### Problem details
In the data that follows, find the line with "The derivation cohort, each"; transcribe it, every later line up to the one with "if study.imputing else", and that line as well, exactly and with no others.

*** Excerpted records Section Begins ***

def _prepare_ratings(study: Study, frame: pd.DataFrame, where: str) -> pd.DataFrame:
    columns = [str(c) for c in frame.columns]
    frame = frame.set_axis(columns, axis=1)
    items = study.agreement.items if study.agreement is not None else ()
    needs = []
    for item in items:
        for key in ("rater_a", "rater_b"):
            column = getattr(item, key)
            if column not in {n.column for n in needs}:
                needs.append(_Need(column, f"agreement item {item.name!r}, {key}, scale {item.scale!r}", True))
    absent = [n for n in needs if n.column not in columns]
    if absent:
        _raise(where, [_missing_column_line(n, columns) for n in absent])
    if not needs:
        return frame
    out: dict[str, pd.Series] = {}
    problems = []
    for item in items:
        for column in (item.rater_a, item.rater_b):
            if column in out:
                continue
            if item.scale == "continuous":
                numbers, bad = _to_number(frame[column])
                if len(bad):
                    problems.append(
                        _bad_values(f"column {column!r} (agreement item {item.name!r}, scale 'continuous')", allowed="finite numbers or a missing-value code", bad=bad, limit=_SHOWN_VALUES, source=where)
                    )
                out[column] = numbers
            else:
                out[column] = _as_text(frame[column])
        if item.scale == "binary":
            values = pd.concat([out[item.rater_a], out[item.rater_b]]).dropna()
            seen = values.value_counts()
            if len(seen) > 2:
                problems.append(
                    f"columns {item.rater_a!r} and {item.rater_b!r} (agreement item {item.name!r}, scale 'binary'): "
                    f"expected at most 2 distinct values between them; received {len(seen)}: "
                    + "; ".join(f"{v!r}: {n}" for v, n in seen.head(_SHOWN_VALUES).items())
                    + " (use scale 'ordinal' for more categories)"
                )
    if problems:
        _raise(where, problems)
    return pd.DataFrame(out)


def load_cohorts(study: Study) -> Cohorts:
    """Read and prepare every data file the study names.

    Parameters
    ----------
    study : Study

    Returns
    -------
    Cohorts
        The derivation cohort, each validation cohort (checked against the
        derivation cohort's categories) and the ratings file.

    Raises
    ------
    DataError
        From :func:`read_table` or :func:`prepare_cohort`, naming the file.
    """
    study = _check_study(study, "load_cohorts")
    missing_values = study.data.missing_values
    missing = "multiple_imputation" if study.imputing else "complete_case"
    path = study.data.derivation
    derivation = prepare_cohort(study, read_table(path, missing_values=missing_values),
                                role="derivation", label="derivation", source=str(path), missing=missing)
    validation = {}
    for cohort in study.data.validation:
        validation[cohort.label] = prepare_cohort(
            study, read_table(cohort.path, missing_values=missing_values),
            role="validation", label=cohort.label, source=str(cohort.path), reference=derivation, missing=missing,
        )
    ratings = ratings_audit = None
    if study.data.ratings is not None:
        ratings = _prepare_ratings(study, read_table(study.data.ratings, missing_values=missing_values), str(study.data.ratings))
        ratings_audit = audit_frame(ratings, name=str(study.data.ratings))
    for cohort in [derivation, *validation.values()]:
        _require_every_level(study, cohort)
    return Cohorts(derivation=derivation, validation=validation, ratings=ratings, ratings_audit=ratings_audit)


def _require_every_level(study: Study, cohort: "PreparedCohort") -> None:
    """Refuse a cohort in which an outcome level has no analysed row.

    Every stage needs each level: a cumulative model has a threshold per
    level boundary, and each cut's discrimination and calibration need both
    sides.  Found here, before any record is written.
    """
    empty = [level for level, n in cohort.outcome_counts.items() if n == 0]
    if empty:
        counts = ", ".join(f"{level!r}: {n}" for level, n in cohort.outcome_counts.items())
        raise DataError(
            f"{cohort.source}: column {study.outcome.column!r}: expected at least one analysed row in every outcome level "
            f"{list(study.outcome.ordered_levels)}; the {cohort.label} cohort has none in {empty} after exclusions (counts {counts}). "
            "Merge the empty level with a neighbour in the study's outcome levels, or use more data"
        )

*** Excerpted records Section Ends ***

### Response
        The derivation cohort, each validation cohort (checked against the
        derivation cohort's categories) and the ratings file.

    Raises
    ------
    DataError
        From :func:`read_table` or :func:`prepare_cohort`, naming the file.
    """
    study = _check_study(study, "load_cohorts")
    missing_values = study.data.missing_values
    missing = "multiple_imputation" if study.imputing else "complete_case"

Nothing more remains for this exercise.